You’ve probably seen news articles about breakthroughs in immunotherapy for cancer patients. But the word “immunotherapy” can be used to describe many different kinds of treatment. Some immunotherapy drugs help a specific part of the body’s immune system—often white blood cells such as T cells, B cells, or natural killer (NK) cells—to attack a specific type of cancer cell; other treatments promote a more general immune response.
Below we describe some common types of immunotherapy. Please note that these are general descriptions only, and the side effects of these treatments are not discussed. If you have questions about a particular drug, please talk to your doctor.
Antibodies, a natural part of the immune system, are proteins that bind to other proteins called antigens that are found on the surface of some cancer cells or pathogens (invading agents such as bacteria or viruses). Monoclonal antibodies are drugs created to work like natural antibodies.
Most monoclonal antibodies used in cancer treatment bind to specific antigens on cancer cells. This binding either neutralizes the cancer cells to prevent the cancer from spreading or signals the immune system to find and kill the cancer cells. For example, the monoclonal antibody rituximab binds to certain types of leukemia and lymphoma cells to help the body’s NK cells destroy them.
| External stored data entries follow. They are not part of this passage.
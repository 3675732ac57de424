"""Stage 6: the derivative of the field, from two trusted samples over their measured interval."""

from __future__ import annotations

from pyharness.exact.constants import (
    MRD_S_DERIVATIVE_CLAMPED,
    MRD_S_INTERVAL_LONG,
    MRD_S_INTERVAL_SHORT,
    MRD_S_NO_PREVIOUS,
)
from pyharness.exact.num import (
    INT16_MAX,
    WRAP,
    Record,
    Vector,
    bit,
    clamp,
    exceeds,
    norm_shift,
    round_div,
    round_shift,
    vmin,
)
from pyharness.exact.ranges import check, check3


def factor_of(period_us: int, interval_us: int) -> int:
    """period / interval in Q14, at most 2; the interval is one to three halves of the period."""
    period, k = norm_shift(period_us, 15)
    period = check("derivative.period", period)
    interval = check("derivative.interval", interval_us >> k)
    quotient = check("derivative.quotient", round_div(period << 14, interval))
    return check("derivative.factor", vmin(quotient, 2**15))


def differentiate(
    state: Record, config: Record, field: Vector, sample_us: int, trusted: int,
) -> tuple[Record, int]:
    """The change of the field a period.

    Returns the trace's part and the status bits. Saturates and says so.
    """
    nothing = {"interval_us": 0, "factor": 0, "derivative": (0, 0, 0), "valid": 0}
    if not trusted:
        return nothing, 0
    if not state["field_valid"]:
        return nothing, 1 << MRD_S_NO_PREVIOUS
    interval_us = check("derivative.interval_us", (sample_us - state["sample_us"]) % WRAP)
    period_us = config["period_us"]
    if interval_us < (period_us + 1) // 2:
        return {**nothing, "interval_us": interval_us}, 1 << MRD_S_INTERVAL_SHORT
    if interval_us > period_us + period_us // 2:
        return {**nothing, "interval_us": interval_us}, 1 << MRD_S_INTERVAL_LONG
    factor = factor_of(period_us, interval_us)
    x, y, z = field
    px, py, pz = state["field"]
    dx, dy, dz = check3("derivative.difference", (x - px, y - py, z - pz))
    qx, qy, qz = check3("derivative.product", (dx * factor, dy * factor, dz * factor))
    unclamped = (round_shift(qx, 14), round_shift(qy, 14), round_shift(qz, 14))
    check3("derivative.unclamped", unclamped)
    ux, uy, uz = unclamped
    derivative = (clamp(ux, INT16_MAX), clamp(uy, INT16_MAX), clamp(uz, INT16_MAX))
    return {
        "interval_us": interval_us,
        "factor": factor,
        "derivative": check3("derivative.derivative", derivative),
        "valid": 1,
    }, bit(exceeds(unclamped, INT16_MAX), MRD_S_DERIVATIVE_CLAMPED)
Immune checkpoint inhibitors
A special type of monoclonal antibody is the new class of drugs called immune checkpoint inhibitors. These drugs block the action of immune checkpoint proteins, which are found on the surface of many T cells. The purpose of immune checkpoints is to stop T cells from attacking healthy cells in the body. But some types of cancer can activate these immune checkpoints to protect themselves from T cells.
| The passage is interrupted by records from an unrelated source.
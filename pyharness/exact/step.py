"""One cycle of the controller: integrity, command, path, estimate, transition, pulses, counters."""

from __future__ import annotations

from pyharness.exact.constants import (
    MRD_MODE_BENCH,
    MRD_MODE_DAMPING,
    MRD_MODE_HOLD_OFF,
    MRD_MODE_INHIBIT,
    MRD_MODE_SAFE,
    MRD_MODE_SETTLED,
    MRD_S_BLANKED,
    MRD_S_COMMAND_REFUSED,
    MRD_S_CONFIG_CORRUPT,
    MRD_S_ESTIMATE_FELL_BACK,
    MRD_S_FELL_BACK,
    MRD_S_STATE_RESTARTED,
)
from pyharness.exact.estimate import estimate
from pyharness.exact.fields import STATE, zeros
from pyharness.exact.integrity import config_digest, state_digest
from pyharness.exact.modes import COMMANDED, MODES, NO_PULSE, advance, obey
from pyharness.exact.num import UINT16_MAX, Record, Vector, count, flag
from pyharness.exact.path import path_commit, path_drive, path_reset, path_sense, zero_trace
from pyharness.exact.ranges import check, check3


def _seal(state: Record) -> Record:
    """The state with the digest of its fields."""
    return {**state, "digest": state_digest(state)}


def reset() -> Record:
    """The state at the start: HOLD_OFF, no sample, no filter, counters 0."""
    return _seal({**zeros(STATE), "mode": MRD_MODE_HOLD_OFF})


def restart(state: Record) -> Record:
    """What is left of a state that failed its digest: what keeps coils off, and the restart is counted."""
    fresh = reset()
    before, mode, inhibit_commanded = state["mode"], MRD_MODE_HOLD_OFF, 0
    if before not in MODES or before in (MRD_MODE_SAFE, MRD_MODE_BENCH):
        mode = MRD_MODE_SAFE
    elif before == MRD_MODE_INHIBIT and state["inhibit_commanded"]:
        mode, inhibit_commanded = MRD_MODE_INHIBIT, COMMANDED
    restarts = count(state["counters"]["restarts"], UINT16_MAX)
    return {
        **fresh,
        "mode": mode,
        "inhibit_commanded": inhibit_commanded,
        "counters": {**fresh["counters"], "restarts": restarts},
    }


def command(state: Record, supervisor: Record, inputs: Record) -> tuple[Record, Vector, int]:
    """The state after the command, the bench pulse, and the status bits."""
    before = state["mode"]
    mode, inhibit_commanded, pulse, raised = obey(before, state["inhibit_commanded"], supervisor, inputs)
    path = state["path"]
    if before == MRD_MODE_BENCH and mode != MRD_MODE_BENCH:
        # What was measured while the norm was waived is not used.
        path = {**path, "field_valid": 0, "filter_valid": 0}
    dwell = state["dwell"] if mode == before else 0
    new = {**state, "path": path, "dwell": dwell, "mode": mode, "inhibit_commanded": inhibit_commanded}
    return new, pulse, raised


def tally(counters: Record, trusted: int, status: int) -> Record:
    """The counters after a cycle; each stops at 65535."""
    def raised(name: str, by: int) -> int:
        return count(counters[name], UINT16_MAX) if by else counters[name]

    return {
        "trusted": raised("trusted", trusted),
        "rejected": raised("rejected", not trusted),
        "blanked": raised("blanked", status >> MRD_S_BLANKED & 1),
        "fell_back": raised("fell_back", status >> MRD_S_FELL_BACK & 1),
        "refused": raised("refused", status >> MRD_S_COMMAND_REFUSED & 1),
        "restarts": counters["restarts"],
    }


def _commit(
    state: Record, config: Record, inputs: Record, ticks: Vector, status: int, rate: int, rate_valid: int,
    trace: Record,
) -> tuple[Record, Record]:
    """The end of every cycle: the state takes the pulses and its digest, the outputs are put together."""
    state = _seal({**state, "path": path_commit(state["path"], config["path"], inputs["path"], ticks)})
    mode = check("outputs.mode", state["mode"])
    return state, {
        "ticks": check3("outputs.ticks", ticks),
        "mode": mode,
        "status": check("outputs.status", status),
        "rate": rate,
        "rate_valid": rate_valid,
        "handover": flag(mode == MRD_MODE_SETTLED),
        "digest": config["digest"],
        "counters": dict(state["counters"]),
        "trace": trace,
    }


def _make_safe(state: Record, config: Record, inputs: Record, status: int) -> tuple[Record, Record]:
    """The cycle of a configuration that fails its digest: everything off, counters as they are."""
    safe = {**state, "path": path_reset(), "dwell": 0, "mode": MRD_MODE_SAFE, "inhibit_commanded": 0}
    return _commit(safe, config, inputs, NO_PULSE, status, 0, 0, zero_trace())


def _check_inputs(inputs: Record) -> None:
    for name in ("separation_s", "low_power", "command", "command_key", "command_coil", "command_ticks"):
        check("inputs." + name, inputs[name])


def step(state: Record, config: Record, inputs: Record) -> tuple[Record, Record]:
    """One cycle. Returns the new state and the outputs; the arguments stay as they are.

    Records are dicts with the names of mrd.h, of plain ints and tuples of ints. Raises RangeError where an
    input does not fit its type, or a value leaves its declared range, which no configuration that passed
    `init` allows.
    """
    _check_inputs(inputs)
    status = 0
    if state["digest"] != state_digest(state):
        status = 1 << MRD_S_STATE_RESTARTED
        state = restart(state)
    if config["digest"] != config_digest(config):
        return _make_safe(state, config, inputs, status | 1 << MRD_S_CONFIG_CORRUPT)
    path_config, supervisor = config["path"], config["supervisor"]
    state, bench_pulse, raised = command(state, supervisor, inputs)
    status |= raised
    waive_norm = flag(state["mode"] == MRD_MODE_BENCH)
    path, trace, raised = path_sense(state["path"], path_config, inputs["path"], waive_norm)
    status |= raised
    rate, rate_valid, raised = estimate(supervisor, trace)
    status |= raised
    trace, raised = path_drive(path_config, trace)
    status |= raised
    mode, dwell = advance(
        state["mode"], state["inhibit_commanded"], state["dwell"], supervisor, inputs, rate, rate_valid,
        status >> MRD_S_ESTIMATE_FELL_BACK & 1)
    ticks = NO_PULSE
    if mode == MRD_MODE_DAMPING:
        ticks = trace["pulses"]["ticks"]
    elif mode == MRD_MODE_BENCH:
        ticks = bench_pulse
    new = {
        "path": path,
        "dwell": check("state.dwell", dwell),
        "mode": mode,
        "inhibit_commanded": state["inhibit_commanded"],
        "counters": tally(state["counters"], trace["gate"]["trusted"], status),
    }
    return _commit(new, config, inputs, ticks, status, rate, rate_valid, trace)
The U.S. Food and Drug Administration (FDA) has approved drugs that target the immune checkpoints CTLA-4 (cytotoxic T lymphocyte antigen 4) and PD-1 (programmed cell death protein 1). The CTLA-4 inhibitor ipilimumab is approved to treat melanoma, and the PD-1 inhibitors pembrolizumab and nivolumab both are approved to treat non–small cell lung cancer and other cancers. Other immune checkpoint inhibitors target PD-L1, the ligand (a protein molecule that binds to another protein) on some normal or cancer cells that binds to PD-1 on T cells. The PD-L1 inhibitor atezolizumab is approved to treat bladder cancer. And new immune checkpoint inhibitors are being studied in clinical trials to treat various cancers.
Therapies made from immune cells
Some promising cancer treatments are made from a patient’s own immune cells. Blood is drawn from the patient and sent to a laboratory, where certain immune cells are removed and in some cases genetically modified. The number of cells is then expanded in the laboratory, and the cells are infused back into the patient’s bloodstream.
The first such treatment to be approved by the FDA was sipuleucel-T for prostate cancer. Sipuleucel-T is made from the patient’s dendritic cells, which help T cells find cancer cells or pathogens. Clinical trials of other dendritic cell–derived cancer therapies are ongoing. Also under way are clinical trials of modified T cells for the treatment of various cancers. These newer treatments are not yet approved by the FDA.
The problem with treatments made from a patient’s own cells is the time and expense required to custom-make the treatment for each patient. Sipuleucel-T, for example, takes about 3 days to prepare and costs about $93,000 per patient. Experimental therapies using NK cells from donated umbilical cord blood, which could be stored for use in any patient rather than being custom-made, are in the early stages of testing.
Cytokines such as interleukins and interferons are chemicals that the body produces to control the immune system. Synthetic versions of certain cytokines can be injected into patients to stimulate the immune response against cancer or other diseases. For instance, interleukin-2 is approved to treat kidney cancer and melanoma, and interferon-alfa is approved to treat various cancers.
Although immunotherapy has had impressive results against some types of cancer, it’s important to remember that no one therapy works against all kinds of cancer and that most cancers require a combination of treatments—multiple drugs, often combined with surgery and/or radiation therapy. As promising as immunotherapy drugs are, they are only one piece of the cancer treatment puzzle.